第10話「婚姻調整の札――“代理窓口”が背負う重さ」
翌朝、窓口に届いた封書を開くと、整った字で命令が記されていた。
『親戚筋の娘との婚姻調整を急げ。候補は三名。いずれかを選び、夏までに結びつけること』
あまりに冷たい文面に、胸の奥がきゅっと縮む。昨日、婚姻調整の札を“半分に割る”と決めたばかりだというのに、家はそれをまるでなかったことのように押し付けてきた。
「婚姻……三人の候補……」
紙を見つめていると、レオンが短く言った。
「俺は結ばない」
その声は低いけれど、揺らぎがなかった。光が指輪をかすかに照らす。
食堂に人々を集め、私は札を掲げた。
「家は婚姻候補を三人挙げています。でも、ここで決めることではありません。窓口を通して返すのが唯一の方法です」
ハーゼが静かに前へ出る。「代理窓口の務め、改めてお引き受けします。調整の文式は私が整えましょう」
マルタが肩をすくめて笑った。「婚姻の話なんて、台所の煙みたいなもの。外で風に散らせばいいわ」
サビーナも「洗い場でも婚姻の噂話は絶えません。でも、札で仕分けできるなら怖くない」と言う。

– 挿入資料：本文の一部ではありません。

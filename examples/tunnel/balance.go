package main

// The balance reduction of an invented polar run on the 1:12 model in
// the ordinary tunnel's closed 2.0 × 1.5 m section: readings → loads by
// the calibration → weight tare → moment reference point → wind axes →
// coefficients on q_u → wall corrections → the fitted polar and its
// plots.

import (
	"cmp"
	"fmt"
	"io"
	"math"
	"path/filepath"
	"slices"
	"strconv"
	"strings"

	"gonum.org/v1/plot"
	"gonum.org/v1/plot/plotter"
	"gonum.org/v1/plot/vg"

	"similis.dev/similis/examples/internal/cli"
	"similis.dev/similis/examples/internal/plotstyle"
	q "similis.dev/similis/quantity"
	"similis.dev/similis/similarity/tunnel"
)

// calibrationFile is the invented six-component balance's calibration,
// in the tunnel package's text format.
const calibrationFile = `similis-balance 1
name      SB-6, six-component internal balance, 4 kN (invented)
form      readings-from-loads
readings  mV/V
# component, load unit, calibrated range
component NF N    -4000 4000
component AF N    -400  400
component PM N*m  -300  300
component SF N    -1500 1500
component YM N*m  -150  150
component RM N*m  -150  150
# first-order terms, mV/V per unit load; columns NF AF PM SF YM RM
linear NF  2.5e-4   1.2e-5  -8.0e-6  0       0        2.0e-6
linear AF  -3.0e-6  2.5e-3   4.0e-6  0       0        0
linear PM  1.5e-6   0        3.3e-3  0       1.0e-5   0
linear SF  0        0        0       6.7e-4  -9.0e-6  1.2e-5
linear YM  0        0        2.0e-6  4.0e-6  6.7e-3   0
linear RM  1.0e-6   0        0       5.0e-6  0        6.7e-3
# second-order terms, pairs (NF,NF) (NF,AF) (NF,PM) … (RM,RM)
quadratic NF 1.2e-11 0 2.0e-10 0 0 0  0 0 0 0 0  0 0 0 0  0 0 0  0 0  0
quadratic AF 3.0e-10 0 0 0 0 0  0 0 0 0 0  0 0 0 0  0 0 0  0 0  0
quadratic PM -5.0e-12 0 8.0e-10 0 0 0  0 0 0 0 0  1.0e-9 0 0 0  0 0 0  0 0  0
`

// reading is one invented data point: the model's pitch (degrees, roll
// 0) and the six readings in mV/V in the calibration's order (NF, AF,
// PM, SF, YM, RM), from the balance's unloaded zero.
type reading struct {
	pitch float64
	r     [6]float64
}

// windOff are the invented wind-off readings at six attitudes.
var windOff = []reading{
	{-4, [6]float64{-0.01125, -0.00772, -0.00456, 0.00002, 0, -0.00004}},
	{0, [6]float64{-0.01124, 0.00013, -0.00452, -0.00003, 0, -0.00005}},
	{4, [6]float64{-0.01117, 0.00798, -0.00446, 0.00001, 0, -0.00004}},
	{8, [6]float64{-0.01105, 0.01579, -0.00438, 0.00003, 0, -0.00004}},
	{12, [6]float64{-0.01088, 0.02352, -0.00427, -0.00001, 0, -0.00004}},
	{16, [6]float64{-0.01066, 0.03113, -0.00414, -0.00003, 0, -0.00004}},
}

// windOn are the invented wind-on readings of the polar run, all at
// q_u = 2750 Pa and Ma 0.20.
var windOn = []reading{
	{-4, [6]float64{-0.04848, 0.01152, -0.04229, -0.00020, -0.00013, -0.00013}},
	{-2, [6]float64{-0.01775, 0.03604, -0.02956, 0.00004, -0.00023, 0.00023}},
	{0, [6]float64{0.01403, 0.04322, -0.01546, 0.00018, 0.00013, -0.00008}},
	{2, [6]float64{0.04555, 0.03331, 0.00020, -0.00008, 0.00003, -0.00009}},
	{4, [6]float64{0.07624, 0.00796, 0.01387, -0.00016, -0.00015, 0.00047}},
	{6, [6]float64{0.10704, -0.03570, 0.02734, 0.00010, 0.00028, 0.00046}},
	{8, [6]float64{0.13821, -0.09534, 0.04320, 0.00002, -0.00005, 0.00035}},
	{10, [6]float64{0.16844, -0.17242, 0.05587, -0.00012, 0.00014, 0.00101}},
	{12, [6]float64{0.18500, -0.21419, 0.06419, 0.00020, -0.00020, 0.00065}},
	{14, [6]float64{0.19204, -0.25436, 0.06625, -0.00006, 0.00012, 0.00091}},
	{16, [6]float64{0.18301, -0.27032, 0.06335, 0.00008, -0.00002, 0.00044}},
}

// The run's invented conditions and the model's geometry (the 1:12
// model: wing 38 m²/144, mean chord 2.4 m/12, span 18.6 m/12).
const (
	runQ       = 2750.0 // Pa, uncorrected dynamic pressure
	runMach    = 0.20
	modelChord = 0.2        // m
	modelSpan  = 1.55       // m
	mrcAhead   = 0.04       // m: the quarter point of the mean chord ahead of the balance centre
	modelArea  = 38.0 / 144 // m², the 1:12 model's wing
	// assumedSlope, dC_L/dα per degree, starts the curvature correction's
	// iteration (invented); the fitted slope replaces it.
	assumedSlope = 0.080
)

// Run is the reduced polar run, for the test.
type Run struct {
	Calibration *tunnel.Calibration
	Tare        tunnel.WeightTare
	Points      []tunnel.Reduced
	Polar       tunnel.Polar
	// MaxShare is the largest load of the run as a fraction of its
	// component's calibrated range, and MaxComponent that component.
	MaxShare     float64
	MaxComponent tunnel.Component
	// Slope is the lift slope, per degree, the curvature correction used:
	// the one fitted to a first reduction with assumedSlope.
	Slope    float64
	PNG, SVG [2]string // the lift curve's and the polar's files
}

// reduceRun reduces the invented run, prints its tables and the fitted
// polar, and writes the plots into dir.
func reduceRun(w io.Writer, dir string, alo, ahi, width, height, dpi float64) (*Run, error) {
	cal, err := tunnel.ParseCalibration(strings.NewReader(calibrationFile))
	if err != nil {
		return nil, err
	}
	run := &Run{Calibration: cal}
	comps := cal.Components()
	var measured []tunnel.Component
	for _, c := range comps {
		measured = append(measured, c.Component)
	}
	fmt.Fprintln(w, "\nBalance reduction of a polar run on the 1:12 model of the 2.4 m-chord design, whatever -chord and -scale say (the readings, the balance and its calibration are invented):")
	fmt.Fprintf(w, "  balance: %v\n", cal)
	fmt.Fprintln(w, "  the calibration gives readings from loads with first- and second-order terms; the loads are recovered by iteration")
	fmt.Fprintln(w, "  body axes: x forward, y to starboard, z down; NF positive up, AF positive aft, PM positive nose up; readings from the unloaded zero")

	var pts []tunnel.TarePoint
	for _, r := range windOff {
		l, err := cal.Loads(r.r[:])
		if err != nil {
			return nil, err
		}
		pts = append(pts, tunnel.TarePoint{Attitude: tunnel.Attitude{PitchDeg: r.pitch}, Loads: l})
	}
	if run.Tare, err = tunnel.FitWeightTare(pts, measured); err != nil {
		return nil, err
	}
	t := run.Tare
	fmt.Fprintf(w, "  weight tare from %d wind-off attitudes (pitch %g° … %g°): W = %.2f N, CG from the balance centre x = %.1f mm, y = %.1f mm, z = %.1f mm (body axes)",
		t.Points, windOff[0].pitch, windOff[len(windOff)-1].pitch, t.Weight, 1e3*t.CG[0], 1e3*t.CG[1], 1e3*t.CG[2])
	if len(t.Unresolved) > 0 {
		fmt.Fprintf(w, " (%s not resolved by these attitudes, taken as 0)", strings.Join(t.Unresolved, ", "))
	}
	fmt.Fprintf(w, "; rms residual %.3f N, %.4f N·m\n", t.ForceRMS, t.MomentRMS)

	// The streamline-curvature correction needs the lift slope: the run is
	// reduced once with an assumed slope, the polar fitted, and the run
	// reduced again with the fitted slope, which is the one printed and
	// used.
	var table strings.Builder
	slope := assumedSlope
	for pass := range 2 {
		table.Reset()
		run.Points, run.MaxShare = nil, 0
		if run.Polar, err = reducePoints(&table, run, cal, comps, slope, alo, ahi); err != nil {
			return nil, err
		}
		// A range whose fitted slope is not positive lies past the stall:
		// no linear range, and no slope the curvature correction can use.
		if a := run.Polar.LiftSlopePerDeg.Value; !(a > 0) {
			return nil, pastStall(run.Points, alo, ahi, a)
		}
		if pass == 0 {
			slope = run.Polar.LiftSlopePerDeg.Value
		}
	}
	run.Slope = slope
	fmt.Fprintf(w, "  moments to the quarter point of the mean chord, %.0f mm ahead of the balance centre; S = %.4f m², c̄ = %.2f m, b = %.2f m\n",
		1e3*mrcAhead, modelArea, modelChord, modelSpan)
	fmt.Fprintf(w, "  run at q_u = %.0f Pa, Ma %.2f; walls: closed 2.0 × 1.5 m (C = 3.00 m²), K·τ₁ = 0.86, δ = 0.12, τ₂ = 0.12, τ₂,t = 0.55;\n",
		runQ, runMach)
	fmt.Fprintf(w, "  the curvature correction's lift slope a = %.4f/° is the fitted one below (the run reduced first with a = %.3f/° assumed, then again with the fitted slope)\n",
		slope, assumedSlope)
	fmt.Fprint(w, table.String())
	p := run.Polar
	aspect := modelSpan * modelSpan / modelArea
	fmt.Fprintf(w, "\nPolar fitted to the %d corrected points with %g° ≤ α ≤ %g° (the linear range; 95 %% intervals):\n", p.N, alo, ahi)
	fmt.Fprintf(w, "  lift slope dC_L/dα = %.4f /° (%.4f … %.4f), zero-lift angle α₀ = %.2f° (%.2f … %.2f)\n",
		p.LiftSlopePerDeg.Value, p.LiftSlopePerDeg.Interval[0], p.LiftSlopePerDeg.Interval[1], p.ZeroLiftAlphaDeg.Value, p.ZeroLiftAlphaDeg.Interval[0], p.ZeroLiftAlphaDeg.Interval[1])
	fmt.Fprintf(w, "  parabolic polar C_D = C_D0 + K·C_L²: C_D0 = %.5f (%.5f … %.5f), K = %.4f (%.4f … %.4f); Oswald factor e = 1/(π·A·K) = %.2f at A = b²/S = %.2f\n",
		p.CD0.Value, p.CD0.Interval[0], p.CD0.Interval[1], p.K.Value, p.K.Interval[0], p.K.Interval[1], 1/(math.Pi*aspect*p.K.Value), aspect)
	if d := p.LiftSlopePerDeg.Value - slope; math.Abs(d) > 0.01*slope {
		fmt.Fprintf(w, "  the curvature correction used a = %.4f/°; the refitted slope differs by %.1f %%: the correction has not settled\n", slope, 100*d/slope)
	}
	if run.PNG, run.SVG, err = plotPolar(dir, run, width, height, dpi); err != nil {
		return nil, err
	}
	fmt.Fprintf(w, "  plots (C_L against α, and C_D against C_L; filled circles fitted, open triangles outside the linear range; lines the fits):\n    %s, %s\n    %s, %s\n",
		run.PNG[0], run.SVG[0], run.PNG[1], run.SVG[1])
	return run, nil
}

皆の言葉が心を支えてくれる。私は返書の大枠を読み上げた。
「候補者三名については、窓口を通じてのみ議する。砦から王都に出る者はいない。半分は窓口が持ち、半分は家に渡す――そう記します」
午後、執務机で返書を書き始める。インクの匂いが鼻を刺し、白い紙の前で指が震えた。未然形を避けようとすればするほど、未来の影が濃くなる。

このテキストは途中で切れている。